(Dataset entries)
"""

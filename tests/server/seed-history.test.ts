import { mkdtempSync, rmSync } from "node:fs";
import os from "node:os";
import path from "node:path";
import { afterAll, beforeAll, describe, expect, it } from "vitest";
import { asc, eq } from "drizzle-orm";
import { createTestApp, type TestApp } from "./helpers/test-app.ts";
import { demoUsers, seedDemo } from "../../server/db/seed/demo.ts";
import { planHistory, seedHistory } from "../../server/db/seed/history.ts";
import { attachments, customers, diagnosticSessions, flowVersions, sessionEvents, units, users, workOrders, type DiagnosticSessionRow, type SessionEventRow } from "../../server/db/schema.ts";
import { appliesToUnit, compiledVersion, installBuiltInFlows } from "../../server/services/flows.ts";
import { storageFor } from "../../server/storage/storage.ts";
import { replaySession } from "../../shared/flow/session-log.ts";
import { sessionFlags } from "../../shared/review/flags.ts";
import type { BenchHomeResponse } from "../../shared/schemas/sessions.ts";
import type { ReviewQueueResponse } from "../../shared/schemas/review.ts";

const DAY = 86_400_000;
const NOW = new Date("2026-05-20T15:30:00.000Z");
const robin = demoUsers.find((u) => u.role === "apprentice")!;
const lead = demoUsers.find((u) => u.role === "shop_lead")!;

let t: TestApp;
let uploads: string;
let sessions: DiagnosticSessionRow[];
const eventsOf = new Map<string, SessionEventRow[]>();
const findingTitles = new Map<string, string>();
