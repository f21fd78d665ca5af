import type { InsightResponse } from "../../../../shared/schemas/insight.ts";
import { formatMinutes, formatShare } from "../lib/format.ts";

const count = (n: number) => n.toLocaleString("en-GB");

/** The range in five figures, each with a line saying what it counts. */
export function HeadlineFigures({ totals }: { totals: InsightResponse["totals"] }) {
  const figures = [
    { term: "Sessions started", value: count(totals.sessions), note: `${count(totals.open)} still open, ${count(totals.abandoned)} given up` },
    { term: "Completed", value: count(totals.completed), note: "reached a finding" },
    {
      term: "Median time to a finding",
      value: totals.medianMinutesToFinding === null ? "None yet" : formatMinutes(totals.medianMinutesToFinding),
      note: "start to finding, completed sessions",
    },
    {
      term: "Sent back after review",
      value: totals.returnRate === null ? "None reviewed" : formatShare(totals.returnRate),
      note: `${count(totals.returned)} of ${count(totals.reviewed)} reviewed`,
    },
    { term: "Flagged sessions", value: count(totals.flaggedSessions), note: `of ${count(totals.completed)} completed had a flag` },
  ];
  return (
    <dl className="grid grid-cols-[repeat(auto-fill,minmax(13rem,1fr))] gap-4">
      {figures.map((f) => (
        <div key={f.term} className="flex flex-col gap-1 rounded-xl border-2 border-line bg-raised px-5 py-4">
          <dt className="text-base font-semibold text-ink-muted">{f.term}</dt>
          <dd className="text-3xl font-semibold tabular-figures">{f.value}</dd>
          <dd className="text-base text-ink-muted">{f.note}</dd>
        </div>
      ))}
    </dl>
  );
}
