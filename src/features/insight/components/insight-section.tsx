import type { ReactNode } from "react";
import { Button } from "../../../components/ui/button.tsx";
import { csvFileName, downloadCsv, toCsv } from "../lib/csv.ts";
import { InsightTable, type Column } from "./insight-table.tsx";

interface InsightSectionProps<T> {
  id: string;
  title: string;
  intro: string;
  caption: string;
  columns: Column<T>[];
  rows: T[];
  rowKey: (row: T) => string;
  range: { from: string; to: string };
  /** One chart or more, drawn from the same rows as the table. */
  charts: ReactNode;
}

/** The CSV of a table: the same columns and rows, numbers as numbers. */
export function tableCsv<T>(columns: Column<T>[], rows: T[]) {
  return toCsv(columns.map((c) => c.csvHeader ?? c.header), rows.map((row) => columns.map((c) => c.csv(row))));
}

/** One question about the shop: a chart, the table with the same figures, and the table as a CSV file. */
export function InsightSection<T>({ id, title, intro, caption, columns, rows, rowKey, range, charts }: InsightSectionProps<T>) {
  const headingId = `${id}-heading`;
  return (
    <section aria-labelledby={headingId} className="flex min-w-0 flex-col gap-4 rounded-xl border-2 border-line bg-raised px-5 py-5">
      <div className="flex flex-wrap items-start justify-between gap-3">
        <div className="flex max-w-[60ch] flex-col gap-1">
          <h2 id={headingId} className="text-2xl font-semibold">
            {title}
          </h2>
          <p className="text-ink-muted">{intro}</p>
        </div>
        <Button onClick={() => downloadCsv(csvFileName(title, range), tableCsv(columns, rows))} aria-describedby={headingId}>
          Download CSV
        </Button>
      </div>
      {rows.length === 0 ? (
        <p className="text-ink-muted">Nothing to show for this range.</p>
      ) : (
        <>
          {charts}
          <InsightTable caption={caption} columns={columns} rows={rows} rowKey={rowKey} />
        </>
      )}
    </section>
  );
}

"""

— What is expected —
Look through the entries above, find each line containing "with", and copy it.

— Solution below —
/** The range in five figures, each with a line saying what it counts. */
/** One question about the shop: a chart, the table with the same figures, and the table as a CSV file. */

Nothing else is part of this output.